No matter who wins in the fall, it will be important to remember that, as president, neither John McCain, Mrs. Clinton, nor Barack Obama could conceivably be worse on immigration than the present incumbent in the Oval Office. The country roundly defeated one presidential immigration enthusiast last year, and there is no particular reason to believe that it cannot defeat another, even should the Democrats take control of the three branches of government in November. Win or lose, they will find the issue just as perilous as George Bush discovered it to be, owing to a responsible Congress willing to oppose the White House, action initiated at the state and local levels, and grassroots activism mobilized by the various immigration-control organizations. Moreover, a Democratic winner almost certainly will have grabbed the prize with the aid of a large majority of the Latino vote, which, after the election, would have no place else to go. The Republicans, no doubt, will continue to lust after a Hispanic constituency. Yet, having lost them by a wide margin in 2008, they would be best advised to give up on the Latinos and look to find their strength in some other identity group. (The late Sam Francis very sensibly used to argue for white males.)
This scenario implies, in respect of the immigration issue at least, that in the forthcoming national election the Republicans should lose the presidency and the Senate, while retaining the House. This outcome would give the minority party’s conservative base, working together with its moderate wing, a powerful incentive to regroup against both the McCain liberals and the Democrats to fight an amnesty bill, while entrusting it also with the legislative means to defeat or stall such a bill. Indeed, the incentive in 2008 or 2009 for them to do so would likely be greater than it was in 2007. Polls show that, in California especially, the Hispanic community turned out to vote, for the first time in history, in numbers commensurable with the size of the Latino population. Would the congressional Republicans really wish to gamble on the hope that they could win back the percentage of Latinos that they had lost since 2000 and 2004, and then some? A more prudent strategy would be to accept the loss of the Latino vote, and take steps to ensure that the Hispanic constituency will not be further enlarged by future immigration.

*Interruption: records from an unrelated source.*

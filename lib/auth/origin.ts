import "server-only";
import { headers } from "next/headers";

/**
 * The address people reach Barwright at, for links in e-mails:
 * BARWRIGHT_ORIGIN when set (production), else the request's own host.
 */
export async function appOrigin(): Promise<string> {
  if (process.env.BARWRIGHT_ORIGIN) return process.env.BARWRIGHT_ORIGIN.replace(/\/$/, "");
  const h = await headers();
  const host = h.get("x-forwarded-host") ?? h.get("host") ?? "127.0.0.1:3000";
  const proto = h.get("x-forwarded-proto") ?? "http";
  return `${proto}://${host}`;
}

As for black Democrats, they too have a strong incentive to ensure that the Latino population in this country does not expand beyond its present proportions. If Barack Obama fails to win the Democratic Party nomination, that will be due in significant part—maybe even largely—to the refusal of Latinos to vote for him. Worse, even liberal commentators are now speculating openly that Latinos will refuse to vote, now and in the foreseeable future, for any black candidate. Immediately following the Georgia primary, Pat Buchanan joked that it was beginning to look as if Bill Clinton might have been the last, as well as the first, black president. Once that very real possibility sinks in on American blacks, the Rainbow Coalition will be finished, and lily-white immigration restrictionists--among others--will stand to gain 30-odd million coal-black allies.